• [Task to complete] From the entries below, pull out each line where "hatchLines" appears.

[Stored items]
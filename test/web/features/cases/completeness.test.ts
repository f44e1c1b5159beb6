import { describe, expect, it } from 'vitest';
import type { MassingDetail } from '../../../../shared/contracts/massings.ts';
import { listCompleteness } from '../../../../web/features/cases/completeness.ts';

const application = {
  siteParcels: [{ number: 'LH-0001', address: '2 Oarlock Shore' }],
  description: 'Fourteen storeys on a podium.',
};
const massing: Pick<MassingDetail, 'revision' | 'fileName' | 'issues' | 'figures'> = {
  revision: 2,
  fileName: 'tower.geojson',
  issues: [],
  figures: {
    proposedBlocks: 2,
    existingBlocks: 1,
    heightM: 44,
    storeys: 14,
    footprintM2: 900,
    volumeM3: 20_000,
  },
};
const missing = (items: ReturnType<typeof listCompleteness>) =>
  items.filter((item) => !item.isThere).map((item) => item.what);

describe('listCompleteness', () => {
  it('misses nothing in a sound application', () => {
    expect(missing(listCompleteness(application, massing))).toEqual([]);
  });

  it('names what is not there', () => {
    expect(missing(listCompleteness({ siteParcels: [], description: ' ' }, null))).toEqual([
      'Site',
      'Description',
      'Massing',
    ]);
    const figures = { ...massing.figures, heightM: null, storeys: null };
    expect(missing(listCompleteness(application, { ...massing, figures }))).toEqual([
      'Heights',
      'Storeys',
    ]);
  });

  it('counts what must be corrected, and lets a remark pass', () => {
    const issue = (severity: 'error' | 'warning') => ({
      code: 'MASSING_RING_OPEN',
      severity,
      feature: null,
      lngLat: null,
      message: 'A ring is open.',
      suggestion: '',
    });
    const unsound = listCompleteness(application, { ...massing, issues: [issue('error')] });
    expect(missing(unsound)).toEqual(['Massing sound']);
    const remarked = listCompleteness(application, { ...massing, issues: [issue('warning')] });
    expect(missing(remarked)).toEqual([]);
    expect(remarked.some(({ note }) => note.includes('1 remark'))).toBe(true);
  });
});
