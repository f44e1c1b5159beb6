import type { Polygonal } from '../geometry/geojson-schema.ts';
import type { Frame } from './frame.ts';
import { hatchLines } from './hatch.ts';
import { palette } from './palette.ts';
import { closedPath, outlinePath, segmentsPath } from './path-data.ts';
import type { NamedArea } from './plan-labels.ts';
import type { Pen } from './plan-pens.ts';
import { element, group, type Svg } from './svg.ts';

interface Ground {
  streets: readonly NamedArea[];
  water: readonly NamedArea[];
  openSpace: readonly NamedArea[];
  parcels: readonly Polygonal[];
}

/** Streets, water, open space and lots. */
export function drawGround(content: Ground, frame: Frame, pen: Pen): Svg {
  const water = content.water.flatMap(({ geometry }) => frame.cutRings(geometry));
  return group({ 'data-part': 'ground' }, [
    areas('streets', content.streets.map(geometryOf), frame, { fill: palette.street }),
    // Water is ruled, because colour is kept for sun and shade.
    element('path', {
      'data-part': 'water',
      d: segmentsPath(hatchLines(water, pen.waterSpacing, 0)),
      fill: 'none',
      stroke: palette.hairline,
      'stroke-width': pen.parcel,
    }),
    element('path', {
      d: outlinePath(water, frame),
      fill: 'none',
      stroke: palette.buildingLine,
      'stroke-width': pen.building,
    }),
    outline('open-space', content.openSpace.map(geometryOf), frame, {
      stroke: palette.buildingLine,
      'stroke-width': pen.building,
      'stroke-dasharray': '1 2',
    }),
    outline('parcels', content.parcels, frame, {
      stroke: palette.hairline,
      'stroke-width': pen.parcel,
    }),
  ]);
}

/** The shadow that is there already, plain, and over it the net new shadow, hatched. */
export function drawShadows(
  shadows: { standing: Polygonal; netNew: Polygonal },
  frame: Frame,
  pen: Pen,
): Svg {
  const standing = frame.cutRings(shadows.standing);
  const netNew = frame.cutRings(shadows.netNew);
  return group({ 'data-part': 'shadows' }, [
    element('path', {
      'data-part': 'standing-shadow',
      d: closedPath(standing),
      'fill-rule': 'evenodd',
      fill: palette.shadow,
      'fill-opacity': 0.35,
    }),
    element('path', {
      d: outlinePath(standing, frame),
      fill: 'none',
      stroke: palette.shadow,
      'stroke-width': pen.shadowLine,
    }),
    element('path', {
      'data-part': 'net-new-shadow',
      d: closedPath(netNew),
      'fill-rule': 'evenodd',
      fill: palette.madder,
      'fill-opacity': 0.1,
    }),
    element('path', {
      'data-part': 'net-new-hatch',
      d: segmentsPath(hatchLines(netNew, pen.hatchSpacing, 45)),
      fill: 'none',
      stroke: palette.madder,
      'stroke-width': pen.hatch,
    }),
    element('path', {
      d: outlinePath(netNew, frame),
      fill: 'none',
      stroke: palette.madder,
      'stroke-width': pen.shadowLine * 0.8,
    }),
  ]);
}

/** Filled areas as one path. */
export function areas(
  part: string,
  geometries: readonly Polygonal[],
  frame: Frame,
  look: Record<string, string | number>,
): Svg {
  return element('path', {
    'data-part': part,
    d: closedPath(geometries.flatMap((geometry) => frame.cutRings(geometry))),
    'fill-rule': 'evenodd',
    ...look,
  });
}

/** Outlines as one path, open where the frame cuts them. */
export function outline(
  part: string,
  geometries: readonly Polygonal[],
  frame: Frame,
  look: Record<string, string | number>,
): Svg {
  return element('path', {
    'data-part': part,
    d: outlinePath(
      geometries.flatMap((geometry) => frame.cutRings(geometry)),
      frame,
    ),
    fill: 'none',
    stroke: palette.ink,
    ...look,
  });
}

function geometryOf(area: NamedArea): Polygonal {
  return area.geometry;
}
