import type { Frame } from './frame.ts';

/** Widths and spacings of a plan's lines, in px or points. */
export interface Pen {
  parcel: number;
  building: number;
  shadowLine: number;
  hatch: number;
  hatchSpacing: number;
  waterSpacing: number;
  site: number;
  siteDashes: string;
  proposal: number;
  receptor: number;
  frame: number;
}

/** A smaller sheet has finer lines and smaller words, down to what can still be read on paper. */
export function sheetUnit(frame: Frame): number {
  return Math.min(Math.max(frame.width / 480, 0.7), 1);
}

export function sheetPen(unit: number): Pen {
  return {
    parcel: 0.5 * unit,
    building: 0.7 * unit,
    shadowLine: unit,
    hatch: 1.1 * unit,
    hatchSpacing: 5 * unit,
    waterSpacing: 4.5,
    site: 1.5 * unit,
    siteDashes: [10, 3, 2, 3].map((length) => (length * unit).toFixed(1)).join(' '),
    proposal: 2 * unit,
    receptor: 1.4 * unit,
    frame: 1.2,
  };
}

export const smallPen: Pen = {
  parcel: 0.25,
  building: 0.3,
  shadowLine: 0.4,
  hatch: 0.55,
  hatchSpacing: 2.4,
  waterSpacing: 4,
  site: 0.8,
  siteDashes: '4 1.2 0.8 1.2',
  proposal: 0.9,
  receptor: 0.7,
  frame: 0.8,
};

---

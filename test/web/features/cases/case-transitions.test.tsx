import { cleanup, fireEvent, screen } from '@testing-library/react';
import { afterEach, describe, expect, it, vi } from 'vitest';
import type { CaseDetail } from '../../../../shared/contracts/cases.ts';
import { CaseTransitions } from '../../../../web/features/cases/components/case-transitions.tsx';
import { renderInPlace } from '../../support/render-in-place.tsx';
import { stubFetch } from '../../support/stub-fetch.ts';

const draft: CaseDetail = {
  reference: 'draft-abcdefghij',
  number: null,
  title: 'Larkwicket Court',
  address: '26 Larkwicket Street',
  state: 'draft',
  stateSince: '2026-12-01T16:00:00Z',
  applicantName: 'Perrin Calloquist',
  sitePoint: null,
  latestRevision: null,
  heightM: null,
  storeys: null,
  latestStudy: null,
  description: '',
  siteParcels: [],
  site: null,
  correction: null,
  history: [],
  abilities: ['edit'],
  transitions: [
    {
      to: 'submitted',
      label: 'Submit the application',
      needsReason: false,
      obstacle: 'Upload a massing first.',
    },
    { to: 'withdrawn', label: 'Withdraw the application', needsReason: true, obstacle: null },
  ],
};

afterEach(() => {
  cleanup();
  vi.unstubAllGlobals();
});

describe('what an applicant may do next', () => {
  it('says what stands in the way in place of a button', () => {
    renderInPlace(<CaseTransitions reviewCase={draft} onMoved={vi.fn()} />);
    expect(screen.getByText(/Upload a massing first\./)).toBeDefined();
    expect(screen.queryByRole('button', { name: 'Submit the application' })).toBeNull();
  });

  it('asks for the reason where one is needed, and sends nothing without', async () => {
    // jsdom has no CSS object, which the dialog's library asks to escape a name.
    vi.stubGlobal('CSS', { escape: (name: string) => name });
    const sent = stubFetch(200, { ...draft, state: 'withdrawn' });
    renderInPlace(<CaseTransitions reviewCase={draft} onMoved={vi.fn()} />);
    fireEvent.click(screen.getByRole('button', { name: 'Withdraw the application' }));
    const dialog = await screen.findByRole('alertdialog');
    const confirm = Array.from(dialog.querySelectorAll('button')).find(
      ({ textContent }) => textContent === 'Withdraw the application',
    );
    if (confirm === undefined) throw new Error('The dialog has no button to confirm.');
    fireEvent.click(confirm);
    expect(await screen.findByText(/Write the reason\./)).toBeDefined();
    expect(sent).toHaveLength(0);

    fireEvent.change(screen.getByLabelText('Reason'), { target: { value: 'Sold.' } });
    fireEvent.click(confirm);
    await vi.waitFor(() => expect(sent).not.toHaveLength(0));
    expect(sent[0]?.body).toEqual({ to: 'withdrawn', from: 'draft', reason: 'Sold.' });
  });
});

• [Result of the task]
import { hatchLines } from './hatch.ts';
      d: segmentsPath(hatchLines(water, pen.waterSpacing, 0)),
      d: segmentsPath(hatchLines(netNew, pen.hatchSpacing, 45)),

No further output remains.